Workflow conventions

  • One commit per concrete log type when adding game support: pattern class + log subclass + synthetic fixture + test in a single commit, run composer test, then move on. <Game>Detective::__construct() wiring goes in its own follow-up commit once all log types are present.
  • Out-of-scope cleanup goes in its own commit. Tempting workflow/lint fixes (e.g. deprecated CI syntax, comment hygiene) noticed mid-feature should not be folded in — separate commit or follow-up PR.
  • Pre-destructive checkpoint pattern. Before bulk renames/moves: git commit --allow-empty -m "pre-X checkpoint" as a revert anchor. Skip the empty slot if it produces no diff at the end of a plan.
  • Release flow. Semver: a new public API surface bumps the minor version, not the patch (v0.1.x → v0.2.x). Cut: rename [Unreleased] to [X.Y.Z] — YYYY-MM-DD in CHANGELOG.md, add a [X.Y.Z]: link reference at the bottom, fresh empty [Unreleased] above; lightweight backup/pre-vX.Y.Z tag (local only) before annotated git tag -a vX.Y.Z; push the annotated tag only.
  • Feature branches. Substantive feature work lands on a <feature>-bootstrap-style branch off master with a backup/pre-<feature> lightweight tag at the branch start, merged --no-ff after user review. The redactor and iblogs-bootstrap branches set the precedent.
  • Specs and plans live at docs/superpowers/specs/YYYY-MM-DD-<topic>-design.md and docs/superpowers/plans/YYYY-MM-DD-<topic>.md per the brainstorming and writing-plans skill conventions.

Privacy / fixture rules

  • Logs.zip at the repo root contains real production server data (Steam IDs, player names, world coordinates). It is gitignored.
  • Extract for reference: unzip -q Logs.zip -d .scratch/pz/. Real logs then live under .scratch/pz/Logs/ (gitignored).
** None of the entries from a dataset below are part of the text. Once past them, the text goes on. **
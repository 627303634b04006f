"""``rig limits`` on an ``rtd`` step judged by its IEC 60751 class: the present limits are the
class at the temperature each drawn unit is judged at, so their false-reject rate is real.

Outside references:
- IEC 60751:2008, the Callendar-Van Dusen equation R(t) = R0 (1 + A t + B t^2) for t >= 0 degC,
  A = 3.9083e-3, B = -5.775e-7, and class B's tolerance +-(0.30 + 0.005 |t|) degC, computed by
  hand here and turned into ohms through the curve's slope dR/dt = R0 (A + 2 B t);
- JCGM 100:2008 (GUM) 4.3.7 and 4.3.9: a tolerance and a meter's specification are rectangular
  distributions, and the sum of two rectangular ones is trapezoidal; its tail beyond the class
  is integrated here with scipy.integrate.quad over scipy.stats.uniform.
The units and sequences are invented for these tests: a Pt1000 oil sender on the demo screening
fixture; they describe no real product.
"""

from __future__ import annotations

import json
import tomllib
from pathlib import Path

import numpy as np
import pytest
from bench_helpers import SEQUENCES
from pt1000_sender import A, B, pt1000_files
from scipy import integrate, stats

from rig.analysis.limits import study_limits
from rig.cli import main
from rig.commands.limits import load_station_or_virtual
from rig.config.sequence import load_sequence
from rig.config.unit_file import load_unit
from rig.errors import ConfigError
from rig.plan import build_plan


def class_b_ohm(r0: float, t: float | np.ndarray) -> float | np.ndarray:
    """Class B's tolerance in ohm at t >= 0 degC, by hand (IEC 60751)."""
    return (0.30 + 0.005 * np.abs(t)) * r0 * (A + 2 * B * t)


HOT_UNIT = """\
# A Pt1000 element alone in a 100 degC well, invented for this test: no leads, the room exact.
[unit]
name = "pt1000-in-well"
fixture = "{fixture}"

[ambient]
temperature = "23 degC"

[sensors.element]
kind = "rtd"
between = ["T1", "T2"]
r0 = "1000 ohm"
temperature = "100 degC"
tolerance_class = "B"
"""

HOT_SEQUENCE = """\
# Invented: the element read 4-wire against class B at the well's stated 100 degC.
[sequence]
name = "pt1000-well"

[[steps]]
id = "element"
kind = "rtd"
hi = "T1"
lo = "T2"
wires = 4
r0 = "1000 ohm"
temperature = "100 degC"
tolerance_class = "B"
"""


def test_class_limits_reject_the_trapezoids_tail_beyond_the_class(
    tmp_path: Path, capsys: pytest.CaptureFixture[str]
) -> None:
    """An element uniform within class B, read with a meter error uniform within its
    specification, falls outside class B as often as the sum of the two rectangles says; the
    old study reported 0 ppm for any class."""
    fixture = (SEQUENCES / "demo-fixture.toml").resolve()
    unit = tmp_path / "unit.toml"
    unit.write_text(HOT_UNIT.format(fixture=fixture), encoding="utf-8")
    sequence = tmp_path / "sequence.toml"
    sequence.write_text(HOT_SEQUENCE, encoding="utf-8")
    code = main(["limits", str(sequence), "--unit", str(unit), "--seed", "5", "--json"])
    assert code == 0
    [step] = json.loads(capsys.readouterr().out)["steps"]

    r_100 = 1000.0 * (1 + A * 100 + B * 100**2)  # 1385.055 ohm
    band = class_b_ohm(1000.0, 100.0)  # 0.8 degC x 3.7928 ohm/degC = 3.034 ohm
    # the virtual bench's 4-wire accuracy on the 10 kohm range, the smallest that holds
    # 1385 ohm: 0.010 % of reading + 0.001 % of range (rig/sim/bench.py's station table)
    meter = 0.010e-2 * r_100 + 0.001e-2 * 10_000.0
    element = stats.uniform(-band, 2 * band)  # the class in ohm (the curve is straight enough)
    error = stats.uniform(-meter, 2 * meter)

    def rejected_at(x: float) -> float:
        return float(error.sf(band - x) + error.cdf(-band - x))

    expected, _ = integrate.quad(lambda x: element.pdf(x) * rejected_at(x), -band, band)
    assert expected == pytest.approx(meter / (4 * band), rel=1e-6)  # the trapezoid's tail
    # 100000 units: the binomial standard error of a 2 % share is 0.044 %; allow four of them
    sigma = (expected * (1 - expected) / 100_000) ** 0.5
    assert step["present_reject_ppm"] / 1e6 == pytest.approx(expected, abs=4 * sigma)
    assert step["present"] == {
        "tolerance_class": "B",
        "narrowest": pytest.approx(band, rel=1e-9),
        "widest": pytest.approx(band, rel=1e-9),
    }


def _trial_files(folder: Path) -> tuple[Path, Path]:
    """The invented sender read 2-wire, as the trial read it: the station's stored lead zero is
    not its leads', so good units spread wider than the 4-wire reading's."""
    unit, sequence = pt1000_files(folder)
    text = sequence.read_text(encoding="utf-8").replace("wires = 4\n", "")
    sequence.write_text(text.replace('"simple"', '"guarded"'), encoding="utf-8")
    return unit, sequence


def test_class_limits_are_taken_at_each_units_measured_temperature(tmp_path: Path) -> None:
    """Each drawn unit is judged at the well temperature its reference step read, as a run
    judges it: the rejects counted by hand with class B at that temperature are the study's."""
    unit_path, sequence_path = _trial_files(tmp_path)
    unit = load_unit(unit_path)
    plan = build_plan(load_sequence(sequence_path), load_station_or_virtual(None, unit))
    study = study_limits(plan, unit, samples=20_000, seed=2)
    by_id = {d.spec.id: d for d in study.result.steps}
    measured_c = by_id["well"].values
    deviation = by_id["element"].figure
    assert np.ptp(measured_c) > 15.0  # the room spans 15 to 35 degC: the class moves with it
    by_hand = int(np.sum(~(np.abs(deviation) <= class_b_ohm(1000.0, measured_c))))
    [proposal] = study.proposals
    assert by_hand > 1000  # a few lead ohms off the stored zero: far over the target
    assert proposal.present_rejects == by_hand


def test_text_shows_the_class_and_a_warning_that_agrees_with_its_rate(
    tmp_path: Path, capsys: pytest.CaptureFixture[str]
) -> None:
    unit, sequence = _trial_files(tmp_path)
    code = main(["limits", str(sequence), "--unit", str(unit), "--samples", "20000"])
    assert code == 0
    text = capsys.readouterr().out
    [row] = [line for line in text.splitlines() if line.startswith("element ")]
    # class B from about 15 degC (1.46 ohm) to about 35 degC (1.84 ohm), by hand as above
    assert "class B: ±1.4" in row and " .. ±1.8" in row
    warnings = [line for line in text.splitlines() if "present limits catch" in line]
    assert warnings
    for line in warnings:
        assert "only by rejecting" in line and "of good units; no limit that holds 100 ppm" in line
        assert "none of" not in line


def test_toml_says_the_tolerance_goes_in_place_of_the_class(
    tmp_path: Path, capsys: pytest.CaptureFixture[str]
) -> None:
    """Pasted as the comments say (the class deleted, the tolerance in), the sequence loads;
    pasted beside the class, it is refused.  A step with a fixed tolerance gets no such line."""
    unit, sequence = _trial_files(tmp_path)
    assert main(["limits", str(sequence), "--unit", str(unit), "--samples", "2000", "--toml"]) == 0
    text = capsys.readouterr().out
    block = text.split("[element]\n", 1)[1]
    assert '# in place of tolerance_class = "B": delete that key' in block
    assert "in place of tolerance_class where it has one" in text.split("[element]")[0]
    [tolerance] = tomllib.loads(text)["element"].values()
    original = sequence.read_text(encoding="utf-8")
    sequence.write_text(
        original.replace('tolerance_class = "B"', f'tolerance = "{tolerance}"'), encoding="utf-8"
    )
    [step] = [s for s in load_sequence(sequence).steps if s.id == "element"]
    assert step.params["tolerance_class"] is None and step.params["tolerance"] is not None
    sequence.write_text(
        original.replace(
            'tolerance_class = "B"', f'tolerance_class = "B"\ntolerance = "{tolerance}"'
        ),
        encoding="utf-8",
    )
    with pytest.raises(ConfigError, match="give either tolerance_class or tolerance"):
        load_sequence(sequence)

    unit, sequence = _trial_files(tmp_path)
    sequence.write_text(
        original.replace('tolerance_class = "B"', 'tolerance = "1.65 ohm"'), "utf-8"
    )
    assert main(["limits", str(sequence), "--unit", str(unit), "--samples", "2000", "--toml"]) == 0
    assert "# in place of tolerance_class" not in capsys.readouterr().out


def test_the_proposals_tur_is_said_at_the_temperature_the_step_states(
    tmp_path: Path, capsys: pytest.CaptureFixture[str]
) -> None:
    """A sender judged at a stated 100 degC in its well: its TUR is taken there, and said to be
    there, not at the room's 23 degC (which a step reading its bench reference is judged at)."""
    fixture = (SEQUENCES / "demo-fixture.toml").resolve()
    unit = tmp_path / "unit.toml"
    unit.write_text(HOT_UNIT.format(fixture=fixture), encoding="utf-8")
    sequence = tmp_path / "sequence.toml"
    sequence.write_text(HOT_SEQUENCE, encoding="utf-8")
    assert main(["limits", str(sequence), "--unit", str(unit), "--seed", "5", "--json"]) == 0
    [step] = json.loads(capsys.readouterr().out)["steps"]
    assert step["tur"] is not None and step["tur_at_c"] == 100.0
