"""``rig stats`` counts every finding of a harness proof from its stored record; a damaged record
is counted as such instead of stopping the statistics (never a traceback)."""

from __future__ import annotations

from rig.stats.pareto import UNREADABLE, harness_findings


def test_findings_are_counted_by_kind_and_a_damaged_record_is_named() -> None:
    steps = [
        {"kind": "harness-proof", "extras": '{"found swap": 2, "found open splice": 1}'},
        {"kind": "harness-proof", "extras": '{"found swap": 1'},  # cut short on disk
        {"kind": "volts", "extras": "not json either, and not a proof"},
    ]
    assert harness_findings(steps) == {"swap": 2, "open splice": 1, UNREADABLE: 1}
Use only as format reference. Do not paste raw Steam IDs, player names, or coordinates into chat output, commit messages, or any committed file.
  • All fixtures committed under test/src/Games/<Game>/fixtures/ must be synthetic, hand-crafted from the observed format with placeholder identifiers: 76561198000000001/2/3 for Steam IDs, Player1/Player2/AdminUser for names, generic coords (1000-1100, 2000-2200, 0).